Yep, basically a YGM without reverb and about 5 more watts. If you are thinking of taking this just to flip, be careful you don't end up holding it: a lot of guys "want reverb" and will wait for a YGM 1 or 3. You won't get as much for it as the other models, even though it is rarer. It was slightly cheaper new because it lacked reverb but given its short run, it seems most people paid a bit extra for the reverb model.

TG


----------



## hollowbody (Jan 15, 2008)

traynor_garnet said:


> Yep, basically a YGM without reverb and about 5 more watts. If you are thinking of taking this just to flip, be careful you don't end up holding it: a lot of guys "want reverb" and will wait for a YGM 1 or 3. You won't get as much for it as the other models, even though it it rarer. It was slightly cheaper new because it lacked reverb but given its short run, it seems most people paid a bit extra for the reverb model.
> 
> TG


That's solid advice. I don't think this is a money-maker, unless the value you're "paying" for it is very low.


----------



## KapnKrunch (Jul 13, 2016)

I had one and sold it because I wanted reverb.

Now I have one with reverb and the reverb is way too heavy-handed.
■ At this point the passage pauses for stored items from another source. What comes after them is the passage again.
"""What changed from one revision to the next: record values (old -> new, with units) and findings.

Used by the changes page of every build and by `dossier diff`. Items in lists are matched by their
designator, name or path, not their position, so inserting a part does not show every later part
as changed.
"""

from __future__ import annotations

import difflib
from dataclasses import dataclass

from pydantic import BaseModel

from dossier.calcs.isolation.standard import STANDARD_LABEL
from dossier.findings import Finding, Verdict
from dossier.units import fmt
from dossier.wording import finding_change_text, finding_label, quantity_text

# The revision's own bookkeeping: always differs, or is the author's account of the change itself.
NOT_COMPARED = frozenset({"revision", "date", "changes"})
ITEM_KEYS = ("ref", "name", "path")
SHORT_TEXT = 80
SUMMARY_LENGTH = 160


@dataclass(frozen=True)
class ValueChange:
    """One record value that differs: kind is 'changed', 'added', 'removed' or 'text'."""

    key: str
    kind: str
    before: str = ""
    after: str = ""
    lines: tuple[str, ...] = ()  # for 'text': a unified diff of the two texts


@dataclass(frozen=True)
class FindingChange:
    label: str
    before: Finding | None
    after: Finding | None
    text: str
    cause: str = ""  # e.g. 'the product standard changed: IEC 60664-1 ... -> IEC 62368-1 ...'


def record_changes(old, new) -> list[ValueChange]:
    """Every value that differs between two records, in the record's own order."""
    found: list[ValueChange] = []
    _compare(old, new, (), found)
    return found


def finding_changes(old: list[Finding], new: list[Finding]) -> list[FindingChange]:
    """Findings whose verdict or value changed, that appeared, or that are no longer reported."""
    before = {finding.identity: finding for finding in old}
    after = {finding.identity: finding for finding in new}
    order = dict.fromkeys([f.identity for f in new] + [f.identity for f in old])
    changes = [_finding_change(before.get(i), after.get(i)) for i in order if _differs(before.get(i), after.get(i))]
    return sorted(changes, key=_failing_first)


def _failing_first(change: FindingChange) -> int:
    """Worst new verdict first; findings no longer reported last."""
    return change.after.verdict.rank if change.after is not None else len(Verdict)


def _finding_change(old: Finding | None, new: Finding | None) -> FindingChange:
    cause = standard_cause(old, new)
    text = finding_change_text(old, new) + (f"; {cause}" if cause else "")
    return FindingChange(finding_label(new or old), old, new, text, cause)


def standard_cause(old: Finding | None, new: Finding | None) -> str:
    """'the product standard changed: A -> B' when the two findings were judged against different standards."""
    if any(m.label == STANDARD_LABEL for m in (new or old).values):
        return ""  # the finding that names the standard shows the change as its own value
    before, after = _standard_of(old), _standard_of(new)
    if not before or not after or before == after:
        return ""
    return f"the product standard changed: {before} -> {after}"


def _standard_of(finding: Finding | None) -> str:
    if finding is None:
        return ""
    return next((str(m.quantity) for m in (*finding.values, *finding.extra) if m.label == STANDARD_LABEL), "")


def _differs(old: Finding | None, new: Finding | None) -> bool:
    if old is None or new is None:
        return True
    return old.verdict != new.verdict or _value_text(old) != _value_text(new)


def _value_text(finding: Finding) -> str:
    return quantity_text(finding.value.quantity) if finding.value is not None else ""


def _compare(old, new, path: tuple, found: list[ValueChange]) -> None:
    if isinstance(old, BaseModel) and type(old) is type(new):
        for name in type(new).model_fields:
            if not (not path and name in NOT_COMPARED):
                _compare(getattr(old, name), getattr(new, name), path + (name,), found)
    elif _is_item_list(old) and _is_item_list(new):
        _compare_lists(old, new, path, found)
    elif not _same(old, new):
        found.append(_leaf_change(old, new, key_text(path)))


def _is_item_list(value) -> bool:
    return isinstance(value, list) and all(isinstance(item, BaseModel) for item in value)


def _compare_lists(old: list, new: list, path: tuple, found: list[ValueChange]) -> None:
    before, after = _keyed(old), _keyed(new)
    for key in dict.fromkeys(list(before) + list(after)):
        _compare(before.get(key), after.get(key), path + (Item(key),), found)


@dataclass(frozen=True)
class Item:
    """A list item in a key path, named by its designator, name or path (or its position)."""

    key: object


def _keyed(items: list) -> dict:
    keys = [_item_key(item) for item in items]
    if any(key in ("", None) for key in keys) or len(set(keys)) != len(keys):
        keys = list(range(len(items)))
    return dict(zip(keys, items))


def _item_key(item) -> str | None:
    for name in ITEM_KEYS:
        value = getattr(item, name, None)
        if isinstance(value, str) and value:
            return value
    return None


def key_text(path: tuple) -> str:
    """('stages', Item('Mains input'), 'parts', Item('F1'), 'value') -> 'stages[Mains input].parts[F1].value'."""
    text = ""
    for part in path:
        text += f"[{part.key}]" if isinstance(part, Item) else (f".{part}" if text else str(part))
    return text


def _same(old, new) -> bool:
    if hasattr(old, "units") or hasattr(new, "units"):
        return _same_quantity(old, new)
    return old == new


def _same_quantity(old, new) -> bool:
    try:
        return bool(old.dimensionality == new.dimensionality and old.to(new.units).magnitude == new.magnitude)
    except Exception:  # pint raises several kinds on unrelated units or non-quantities
        return False


def _leaf_change(old, new, key: str) -> ValueChange:
    if old is None or old == [] or old == "":
        return ValueChange(key, "added", after=summary(new))
    if new is None or new == [] or new == "":
        return ValueChange(key, "removed", before=summary(old))
    if isinstance(old, str) and isinstance(new, str) and _is_long(old, new):
        return ValueChange(key, "text", lines=tuple(_text_diff(old, new)))
    before, after = _distinct(old, new)
    return ValueChange(key, "changed", before=before, after=after)


def _is_long(*texts: str) -> bool:
    return any("\n" in text.strip() or len(text) > SHORT_TEXT for text in texts)


def _text_diff(old: str, new: str) -> list[str]:
    lines = difflib.unified_diff(old.strip().splitlines(), new.strip().splitlines(), lineterm="", n=1)
    return [line for line in lines if not line.startswith(("---", "+++", "@@"))]


def _distinct(old, new) -> tuple[str, str]:
    """Both values as text, with enough digits that two different quantities never read the same."""
    if hasattr(old, "units") and hasattr(new, "units"):
        for digits in range(3, 10):
            before, after = quantity_value(old, digits), quantity_value(new, digits)
            if before != after:
                return before, after
    return summary(old), summary(new)


def summary(value) -> str:
    """A value as one short line of text: quantities with units, items as their non-default fields."""
    if hasattr(value, "units"):
        return quantity_value(value)
    if isinstance(value, BaseModel):
        return _model_summary(value)
    if isinstance(value, bool):
        return "yes" if value else "no"
    if isinstance(value, (list, tuple)):
        return ", ".join(summary(item) for item in value)
    if hasattr(value, "isoformat"):
        return value.isoformat()
    return " ".join(str(value).split())


def quantity_value(quantity, digits: int = 3) -> str:
    """Like units.fmt, but whole numbers stay whole: 1500 A, not 1.5e+03 A."""
    magnitude = quantity.magnitude
    if isinstance(magnitude, float) and magnitude.is_integer() and abs(magnitude) < 1e9:
        return fmt(quantity.__class__(int(magnitude), quantity.units), digits)
    return fmt(quantity, digits)


def _model_summary(model: BaseModel) -> str:
    dumped = model.model_dump(mode="json", exclude_defaults=True)
    parts = [f"{name} {_dumped_text(value)}" for name, value in dumped.items()]
    text = ", ".join(parts)
    return text if len(text) <= SUMMARY_LENGTH else text[: SUMMARY_LENGTH - 1] + "…"


def _dumped_text(value) -> str:
    if isinstance(value, dict):
        return "{" + ", ".join(f"{k} {_dumped_text(v)}" for k, v in value.items()) + "}"
    if isinstance(value, list):
        return "[" + ", ".join(_dumped_text(v) for v in value) + "]"
    return " ".join(str(value).split())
It is turned down to 1 or 2.

Also, I think the tremolo was more expressive on the YGM-2. Anyone know about that? I think there is a different implementation there...

The YGM-3 suits me better all the same. So I am happy.

Both my son and I used the YGM-2 for jazz and loved it for that. No reverb and decent headroom. Nicest tremolo ever.

These amps are popular for DIFFERENT reasons. Think carefully. You'll get good input here, but you have to know what YOU want it for.

BTW, makes a great little bass amp for practice or jammin.

The old Marsland speakers are awful, so think about that too.


----------



## traynor_garnet (Feb 22, 2006)

Yeah, I'm not saying that they aren't cool or don't offering something different, but they are harder to flip. 

TG


----------



## tomee2 (Feb 27, 2017)

What's the going rate for these? I've been looking for a YGM 3 because of the reverb, but if I can save a few $$ on a YGM 2 maybe I should expand my search a bit.


----------